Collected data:

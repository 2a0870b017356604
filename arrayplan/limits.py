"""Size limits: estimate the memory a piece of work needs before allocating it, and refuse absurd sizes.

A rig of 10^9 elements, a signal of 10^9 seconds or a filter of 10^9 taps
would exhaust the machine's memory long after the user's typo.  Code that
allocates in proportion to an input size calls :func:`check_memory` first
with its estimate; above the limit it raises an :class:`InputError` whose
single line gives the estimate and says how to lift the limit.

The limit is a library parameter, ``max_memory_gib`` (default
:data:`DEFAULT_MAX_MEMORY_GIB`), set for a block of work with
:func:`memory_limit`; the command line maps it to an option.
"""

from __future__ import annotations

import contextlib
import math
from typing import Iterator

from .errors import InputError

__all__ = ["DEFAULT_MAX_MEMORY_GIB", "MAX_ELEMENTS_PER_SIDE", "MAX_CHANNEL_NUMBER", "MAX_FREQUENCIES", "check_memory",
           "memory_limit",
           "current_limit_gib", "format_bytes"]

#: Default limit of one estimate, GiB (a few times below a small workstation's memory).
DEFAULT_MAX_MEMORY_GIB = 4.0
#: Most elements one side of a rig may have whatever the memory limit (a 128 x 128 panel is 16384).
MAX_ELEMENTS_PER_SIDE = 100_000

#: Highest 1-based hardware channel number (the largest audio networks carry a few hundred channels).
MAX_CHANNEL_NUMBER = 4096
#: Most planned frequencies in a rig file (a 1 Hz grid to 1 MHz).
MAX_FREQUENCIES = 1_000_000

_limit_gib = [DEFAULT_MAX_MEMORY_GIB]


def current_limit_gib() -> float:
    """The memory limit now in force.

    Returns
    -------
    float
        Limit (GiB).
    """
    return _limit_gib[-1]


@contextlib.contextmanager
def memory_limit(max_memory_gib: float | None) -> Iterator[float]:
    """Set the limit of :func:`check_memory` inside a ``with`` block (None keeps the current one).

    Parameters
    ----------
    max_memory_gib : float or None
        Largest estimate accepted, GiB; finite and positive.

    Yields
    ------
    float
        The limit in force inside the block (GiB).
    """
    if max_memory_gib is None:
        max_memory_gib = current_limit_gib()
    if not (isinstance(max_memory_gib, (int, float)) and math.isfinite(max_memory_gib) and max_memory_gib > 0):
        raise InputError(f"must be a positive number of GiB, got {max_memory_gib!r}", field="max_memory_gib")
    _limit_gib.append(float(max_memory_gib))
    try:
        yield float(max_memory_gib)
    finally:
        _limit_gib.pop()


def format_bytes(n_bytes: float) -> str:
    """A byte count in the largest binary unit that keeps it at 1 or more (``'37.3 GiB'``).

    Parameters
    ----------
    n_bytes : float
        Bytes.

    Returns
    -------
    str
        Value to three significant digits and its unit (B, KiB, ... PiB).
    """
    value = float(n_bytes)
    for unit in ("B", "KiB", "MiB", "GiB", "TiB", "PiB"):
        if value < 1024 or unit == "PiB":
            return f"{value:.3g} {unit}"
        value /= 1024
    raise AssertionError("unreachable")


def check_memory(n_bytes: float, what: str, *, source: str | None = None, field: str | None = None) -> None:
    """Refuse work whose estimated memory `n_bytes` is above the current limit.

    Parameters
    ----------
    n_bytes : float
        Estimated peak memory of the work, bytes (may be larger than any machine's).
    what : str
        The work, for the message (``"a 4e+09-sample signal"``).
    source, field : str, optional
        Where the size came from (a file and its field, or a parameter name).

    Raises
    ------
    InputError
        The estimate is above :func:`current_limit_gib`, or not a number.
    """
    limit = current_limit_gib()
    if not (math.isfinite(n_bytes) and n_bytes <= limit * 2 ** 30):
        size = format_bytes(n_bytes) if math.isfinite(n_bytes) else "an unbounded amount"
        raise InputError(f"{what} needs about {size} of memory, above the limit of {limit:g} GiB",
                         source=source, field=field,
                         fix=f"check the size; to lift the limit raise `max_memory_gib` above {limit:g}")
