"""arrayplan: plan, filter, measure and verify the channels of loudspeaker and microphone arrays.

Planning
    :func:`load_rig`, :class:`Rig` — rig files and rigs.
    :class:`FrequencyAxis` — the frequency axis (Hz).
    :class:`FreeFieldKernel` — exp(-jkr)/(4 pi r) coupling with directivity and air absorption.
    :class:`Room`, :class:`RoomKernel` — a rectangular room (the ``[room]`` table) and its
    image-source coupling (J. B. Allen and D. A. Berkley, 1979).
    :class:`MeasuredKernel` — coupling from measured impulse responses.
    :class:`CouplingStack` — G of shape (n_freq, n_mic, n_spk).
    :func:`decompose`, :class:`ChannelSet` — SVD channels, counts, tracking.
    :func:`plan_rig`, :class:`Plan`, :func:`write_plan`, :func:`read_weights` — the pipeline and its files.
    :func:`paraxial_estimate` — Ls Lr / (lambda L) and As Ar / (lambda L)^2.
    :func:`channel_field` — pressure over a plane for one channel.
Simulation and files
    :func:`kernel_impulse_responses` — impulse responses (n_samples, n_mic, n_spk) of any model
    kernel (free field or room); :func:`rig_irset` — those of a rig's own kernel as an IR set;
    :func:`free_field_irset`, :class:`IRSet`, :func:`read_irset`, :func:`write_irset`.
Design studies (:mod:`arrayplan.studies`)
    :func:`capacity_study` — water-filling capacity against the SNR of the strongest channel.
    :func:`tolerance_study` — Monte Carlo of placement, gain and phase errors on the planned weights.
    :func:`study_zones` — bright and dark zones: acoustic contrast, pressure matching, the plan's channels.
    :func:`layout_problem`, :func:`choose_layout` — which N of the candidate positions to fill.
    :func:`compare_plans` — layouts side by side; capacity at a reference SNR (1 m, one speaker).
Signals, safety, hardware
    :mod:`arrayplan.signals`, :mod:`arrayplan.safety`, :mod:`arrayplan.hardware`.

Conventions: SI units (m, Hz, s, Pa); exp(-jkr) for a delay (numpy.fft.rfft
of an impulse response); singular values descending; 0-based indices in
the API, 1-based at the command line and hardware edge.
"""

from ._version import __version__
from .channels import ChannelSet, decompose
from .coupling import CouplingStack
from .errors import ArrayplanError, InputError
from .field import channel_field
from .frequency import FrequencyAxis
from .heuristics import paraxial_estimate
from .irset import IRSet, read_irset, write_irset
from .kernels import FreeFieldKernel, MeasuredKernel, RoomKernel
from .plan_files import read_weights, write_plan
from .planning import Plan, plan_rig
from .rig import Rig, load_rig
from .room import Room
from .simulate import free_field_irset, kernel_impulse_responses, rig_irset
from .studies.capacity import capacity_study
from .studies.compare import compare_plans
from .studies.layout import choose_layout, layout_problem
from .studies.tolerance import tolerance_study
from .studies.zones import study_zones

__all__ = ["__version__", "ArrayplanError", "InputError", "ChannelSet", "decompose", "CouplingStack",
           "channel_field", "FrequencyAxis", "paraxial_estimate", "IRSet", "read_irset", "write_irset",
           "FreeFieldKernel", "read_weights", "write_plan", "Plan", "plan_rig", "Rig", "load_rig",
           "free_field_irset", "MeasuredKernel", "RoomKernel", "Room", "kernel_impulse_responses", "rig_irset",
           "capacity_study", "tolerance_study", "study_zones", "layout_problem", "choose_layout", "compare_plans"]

---

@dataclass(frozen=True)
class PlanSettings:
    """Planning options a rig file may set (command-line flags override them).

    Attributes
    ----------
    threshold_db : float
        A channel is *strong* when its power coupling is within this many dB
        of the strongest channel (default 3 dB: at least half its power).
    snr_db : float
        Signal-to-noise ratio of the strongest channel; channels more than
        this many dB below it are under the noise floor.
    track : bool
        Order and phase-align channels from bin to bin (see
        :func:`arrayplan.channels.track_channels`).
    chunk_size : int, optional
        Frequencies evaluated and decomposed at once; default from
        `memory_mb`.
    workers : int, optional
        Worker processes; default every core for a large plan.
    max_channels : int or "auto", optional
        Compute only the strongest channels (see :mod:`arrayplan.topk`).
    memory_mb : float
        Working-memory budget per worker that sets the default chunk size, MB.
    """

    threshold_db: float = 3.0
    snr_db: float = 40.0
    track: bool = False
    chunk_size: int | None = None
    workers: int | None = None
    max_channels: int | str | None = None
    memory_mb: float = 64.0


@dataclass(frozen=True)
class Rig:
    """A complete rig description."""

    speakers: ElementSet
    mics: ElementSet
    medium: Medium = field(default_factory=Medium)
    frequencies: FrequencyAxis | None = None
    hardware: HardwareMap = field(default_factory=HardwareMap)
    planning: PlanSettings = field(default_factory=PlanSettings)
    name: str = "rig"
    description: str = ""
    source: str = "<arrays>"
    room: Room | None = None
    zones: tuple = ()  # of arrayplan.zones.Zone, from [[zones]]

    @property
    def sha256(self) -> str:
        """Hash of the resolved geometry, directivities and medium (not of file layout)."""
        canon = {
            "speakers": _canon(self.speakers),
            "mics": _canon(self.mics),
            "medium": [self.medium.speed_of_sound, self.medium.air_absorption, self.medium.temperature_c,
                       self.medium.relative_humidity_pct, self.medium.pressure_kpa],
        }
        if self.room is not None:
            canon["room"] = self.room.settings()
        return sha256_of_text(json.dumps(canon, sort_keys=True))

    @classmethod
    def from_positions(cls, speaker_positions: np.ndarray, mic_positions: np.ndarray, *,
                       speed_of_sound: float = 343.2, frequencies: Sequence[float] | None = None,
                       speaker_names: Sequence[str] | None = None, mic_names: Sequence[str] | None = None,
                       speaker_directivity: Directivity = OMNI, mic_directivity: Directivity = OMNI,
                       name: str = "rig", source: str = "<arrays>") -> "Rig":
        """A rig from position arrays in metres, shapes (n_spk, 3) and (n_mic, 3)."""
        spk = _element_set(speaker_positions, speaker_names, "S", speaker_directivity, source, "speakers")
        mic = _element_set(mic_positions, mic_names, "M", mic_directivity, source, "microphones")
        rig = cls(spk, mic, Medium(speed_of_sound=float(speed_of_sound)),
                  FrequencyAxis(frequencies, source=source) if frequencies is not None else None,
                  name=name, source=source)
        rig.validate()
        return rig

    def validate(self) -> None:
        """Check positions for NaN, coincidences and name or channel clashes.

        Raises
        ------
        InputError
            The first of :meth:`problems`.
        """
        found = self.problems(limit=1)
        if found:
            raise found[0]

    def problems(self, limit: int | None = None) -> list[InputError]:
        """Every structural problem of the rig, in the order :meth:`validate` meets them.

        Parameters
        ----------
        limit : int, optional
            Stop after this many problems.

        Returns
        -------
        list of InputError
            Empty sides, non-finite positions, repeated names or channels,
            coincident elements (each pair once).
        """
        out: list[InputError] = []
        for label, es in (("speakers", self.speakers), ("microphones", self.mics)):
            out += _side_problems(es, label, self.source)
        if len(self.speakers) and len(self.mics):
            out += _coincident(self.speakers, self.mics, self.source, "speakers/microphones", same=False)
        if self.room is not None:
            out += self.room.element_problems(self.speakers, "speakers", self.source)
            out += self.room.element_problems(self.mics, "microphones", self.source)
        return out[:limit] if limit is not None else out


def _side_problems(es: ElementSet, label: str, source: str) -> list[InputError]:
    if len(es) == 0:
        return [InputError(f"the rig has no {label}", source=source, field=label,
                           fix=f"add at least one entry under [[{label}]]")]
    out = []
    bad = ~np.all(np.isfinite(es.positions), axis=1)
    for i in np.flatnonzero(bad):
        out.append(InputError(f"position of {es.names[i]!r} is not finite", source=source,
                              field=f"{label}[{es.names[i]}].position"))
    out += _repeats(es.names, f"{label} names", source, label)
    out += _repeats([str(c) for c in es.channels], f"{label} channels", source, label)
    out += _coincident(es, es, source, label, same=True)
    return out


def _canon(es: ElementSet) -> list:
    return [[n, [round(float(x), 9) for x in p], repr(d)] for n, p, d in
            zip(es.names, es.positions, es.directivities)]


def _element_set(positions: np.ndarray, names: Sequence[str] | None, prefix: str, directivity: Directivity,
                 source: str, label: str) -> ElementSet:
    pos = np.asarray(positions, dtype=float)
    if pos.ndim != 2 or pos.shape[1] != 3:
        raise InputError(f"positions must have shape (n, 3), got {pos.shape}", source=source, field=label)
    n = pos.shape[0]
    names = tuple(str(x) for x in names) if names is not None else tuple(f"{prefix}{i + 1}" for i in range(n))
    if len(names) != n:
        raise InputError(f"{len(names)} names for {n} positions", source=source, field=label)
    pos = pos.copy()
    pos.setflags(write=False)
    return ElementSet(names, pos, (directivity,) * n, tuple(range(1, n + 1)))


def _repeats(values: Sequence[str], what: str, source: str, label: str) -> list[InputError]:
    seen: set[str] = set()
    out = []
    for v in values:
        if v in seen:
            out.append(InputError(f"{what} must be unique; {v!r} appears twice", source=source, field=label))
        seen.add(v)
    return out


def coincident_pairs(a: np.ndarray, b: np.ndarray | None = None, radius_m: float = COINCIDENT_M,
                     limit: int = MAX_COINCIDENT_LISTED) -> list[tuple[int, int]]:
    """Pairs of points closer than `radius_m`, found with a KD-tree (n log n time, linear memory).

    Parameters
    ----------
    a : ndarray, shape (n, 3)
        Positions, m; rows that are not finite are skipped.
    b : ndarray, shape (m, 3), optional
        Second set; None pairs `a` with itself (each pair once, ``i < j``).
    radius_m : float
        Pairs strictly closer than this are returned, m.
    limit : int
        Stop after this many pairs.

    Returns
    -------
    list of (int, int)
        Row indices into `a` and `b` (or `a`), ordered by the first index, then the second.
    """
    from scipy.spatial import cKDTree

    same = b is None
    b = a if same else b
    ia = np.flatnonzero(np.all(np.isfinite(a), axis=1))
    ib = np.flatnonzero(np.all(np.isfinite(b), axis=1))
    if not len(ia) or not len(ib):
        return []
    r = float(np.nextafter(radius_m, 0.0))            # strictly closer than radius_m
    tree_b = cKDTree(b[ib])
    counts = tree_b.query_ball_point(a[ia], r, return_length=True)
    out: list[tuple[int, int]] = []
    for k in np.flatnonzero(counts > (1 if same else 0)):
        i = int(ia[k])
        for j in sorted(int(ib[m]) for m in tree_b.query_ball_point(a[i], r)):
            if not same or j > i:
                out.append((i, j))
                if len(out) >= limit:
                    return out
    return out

• _Activity_: From the entries above, give again exactly the lines running from the line with "or channel clashes." to the line with "for label, es"; include both of those lines.

• _Answer to this exercise_:
        """Check positions for NaN, coincidences and name or channel clashes.

        Raises
        ------
        InputError
            The first of :meth:`problems`.
        """
        found = self.problems(limit=1)
        if found:
            raise found[0]

    def problems(self, limit: int | None = None) -> list[InputError]:
        """Every structural problem of the rig, in the order :meth:`validate` meets them.

        Parameters
        ----------
        limit : int, optional
            Stop after this many problems.

        Returns
        -------
        list of InputError
            Empty sides, non-finite positions, repeated names or channels,
            coincident elements (each pair once).
        """
        out: list[InputError] = []
        for label, es in (("speakers", self.speakers), ("microphones", self.mics)):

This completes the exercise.